___ DATASET CONTENT ___
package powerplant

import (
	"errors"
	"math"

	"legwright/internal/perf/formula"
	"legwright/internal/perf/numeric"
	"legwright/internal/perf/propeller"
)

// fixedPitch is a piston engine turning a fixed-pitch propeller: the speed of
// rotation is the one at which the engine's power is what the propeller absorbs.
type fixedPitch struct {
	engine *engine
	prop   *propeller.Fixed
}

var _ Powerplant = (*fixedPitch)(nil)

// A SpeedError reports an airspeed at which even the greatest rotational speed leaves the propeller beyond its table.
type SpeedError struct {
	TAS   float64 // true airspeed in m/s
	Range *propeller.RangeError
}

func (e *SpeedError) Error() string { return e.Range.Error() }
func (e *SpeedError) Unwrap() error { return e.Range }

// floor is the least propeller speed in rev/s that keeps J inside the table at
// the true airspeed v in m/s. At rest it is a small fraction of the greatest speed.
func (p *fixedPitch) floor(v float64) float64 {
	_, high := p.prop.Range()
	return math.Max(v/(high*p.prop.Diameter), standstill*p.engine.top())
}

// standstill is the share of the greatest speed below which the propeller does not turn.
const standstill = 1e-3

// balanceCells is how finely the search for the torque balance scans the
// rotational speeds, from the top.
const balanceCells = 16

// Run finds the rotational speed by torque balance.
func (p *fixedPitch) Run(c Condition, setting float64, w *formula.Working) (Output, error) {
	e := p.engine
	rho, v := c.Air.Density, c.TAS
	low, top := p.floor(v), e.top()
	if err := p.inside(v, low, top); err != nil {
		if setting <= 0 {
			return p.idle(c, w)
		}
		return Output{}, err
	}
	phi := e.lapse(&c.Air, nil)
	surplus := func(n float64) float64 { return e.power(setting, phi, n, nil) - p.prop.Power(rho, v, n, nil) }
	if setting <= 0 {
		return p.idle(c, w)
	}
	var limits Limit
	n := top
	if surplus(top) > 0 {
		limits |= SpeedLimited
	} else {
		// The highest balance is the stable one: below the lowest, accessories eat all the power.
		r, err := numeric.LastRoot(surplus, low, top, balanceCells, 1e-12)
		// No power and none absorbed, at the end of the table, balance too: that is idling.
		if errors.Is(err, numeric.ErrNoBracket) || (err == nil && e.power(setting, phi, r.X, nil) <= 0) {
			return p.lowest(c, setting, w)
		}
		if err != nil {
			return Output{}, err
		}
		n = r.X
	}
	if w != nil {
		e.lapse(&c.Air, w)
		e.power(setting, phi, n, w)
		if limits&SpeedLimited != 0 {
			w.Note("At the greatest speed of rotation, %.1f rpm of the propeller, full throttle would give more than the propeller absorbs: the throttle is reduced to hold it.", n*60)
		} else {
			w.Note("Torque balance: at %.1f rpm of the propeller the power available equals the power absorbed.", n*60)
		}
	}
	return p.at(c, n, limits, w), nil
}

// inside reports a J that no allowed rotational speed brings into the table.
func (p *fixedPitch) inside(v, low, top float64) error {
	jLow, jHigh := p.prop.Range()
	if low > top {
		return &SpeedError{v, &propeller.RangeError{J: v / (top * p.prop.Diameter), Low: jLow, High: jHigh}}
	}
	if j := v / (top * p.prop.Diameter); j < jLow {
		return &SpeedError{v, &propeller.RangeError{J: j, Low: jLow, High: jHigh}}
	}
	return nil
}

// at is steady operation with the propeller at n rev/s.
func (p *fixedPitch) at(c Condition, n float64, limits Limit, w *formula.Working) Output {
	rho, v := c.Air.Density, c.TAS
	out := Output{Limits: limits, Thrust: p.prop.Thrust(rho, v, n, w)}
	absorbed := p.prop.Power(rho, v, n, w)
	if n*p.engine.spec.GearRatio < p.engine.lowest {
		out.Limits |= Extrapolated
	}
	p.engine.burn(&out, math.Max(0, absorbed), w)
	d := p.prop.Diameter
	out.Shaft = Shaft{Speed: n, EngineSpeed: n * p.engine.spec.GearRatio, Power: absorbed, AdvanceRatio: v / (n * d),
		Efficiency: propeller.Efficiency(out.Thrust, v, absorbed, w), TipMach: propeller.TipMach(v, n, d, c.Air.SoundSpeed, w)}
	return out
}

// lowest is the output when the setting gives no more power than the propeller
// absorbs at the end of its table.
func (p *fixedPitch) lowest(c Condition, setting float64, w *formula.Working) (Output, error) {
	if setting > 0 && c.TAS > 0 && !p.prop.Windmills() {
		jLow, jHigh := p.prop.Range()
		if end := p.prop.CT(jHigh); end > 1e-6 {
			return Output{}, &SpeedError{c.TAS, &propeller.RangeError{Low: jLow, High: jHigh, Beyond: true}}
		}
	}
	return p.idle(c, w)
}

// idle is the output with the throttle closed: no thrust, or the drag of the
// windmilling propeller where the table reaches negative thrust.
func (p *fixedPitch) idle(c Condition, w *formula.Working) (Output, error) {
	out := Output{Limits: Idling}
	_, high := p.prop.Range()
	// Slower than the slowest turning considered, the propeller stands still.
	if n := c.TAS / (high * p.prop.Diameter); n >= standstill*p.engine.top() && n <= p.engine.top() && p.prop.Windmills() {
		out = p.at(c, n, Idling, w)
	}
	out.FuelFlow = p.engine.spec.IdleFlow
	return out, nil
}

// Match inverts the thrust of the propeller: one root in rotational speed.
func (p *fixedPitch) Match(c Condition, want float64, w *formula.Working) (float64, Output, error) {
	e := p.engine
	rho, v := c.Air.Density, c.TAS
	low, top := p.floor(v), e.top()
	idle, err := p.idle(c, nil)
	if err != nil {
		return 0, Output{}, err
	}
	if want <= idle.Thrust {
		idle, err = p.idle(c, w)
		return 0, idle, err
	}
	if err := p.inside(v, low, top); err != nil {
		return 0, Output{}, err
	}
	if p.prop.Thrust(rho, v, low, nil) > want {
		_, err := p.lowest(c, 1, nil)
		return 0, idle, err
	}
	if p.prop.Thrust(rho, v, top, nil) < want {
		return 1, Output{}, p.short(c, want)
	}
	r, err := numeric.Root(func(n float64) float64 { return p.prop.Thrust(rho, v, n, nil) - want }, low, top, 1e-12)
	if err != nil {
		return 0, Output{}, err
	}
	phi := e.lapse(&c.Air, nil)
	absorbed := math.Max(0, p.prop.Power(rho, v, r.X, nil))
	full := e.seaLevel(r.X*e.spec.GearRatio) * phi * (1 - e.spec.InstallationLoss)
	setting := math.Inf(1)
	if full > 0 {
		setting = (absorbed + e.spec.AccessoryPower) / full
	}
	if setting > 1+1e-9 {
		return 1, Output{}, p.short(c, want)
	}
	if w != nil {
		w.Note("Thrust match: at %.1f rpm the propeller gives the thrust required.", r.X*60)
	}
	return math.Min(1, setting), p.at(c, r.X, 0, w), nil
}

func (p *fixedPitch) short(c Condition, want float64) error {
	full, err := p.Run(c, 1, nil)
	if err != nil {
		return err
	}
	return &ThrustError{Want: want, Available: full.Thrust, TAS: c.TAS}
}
___
Every line of the data above that includes "with" should be listed.

- TASK ANSWER:
// at is steady operation with the propeller at n rev/s.
// idle is the output with the throttle closed: no thrust, or the drag of the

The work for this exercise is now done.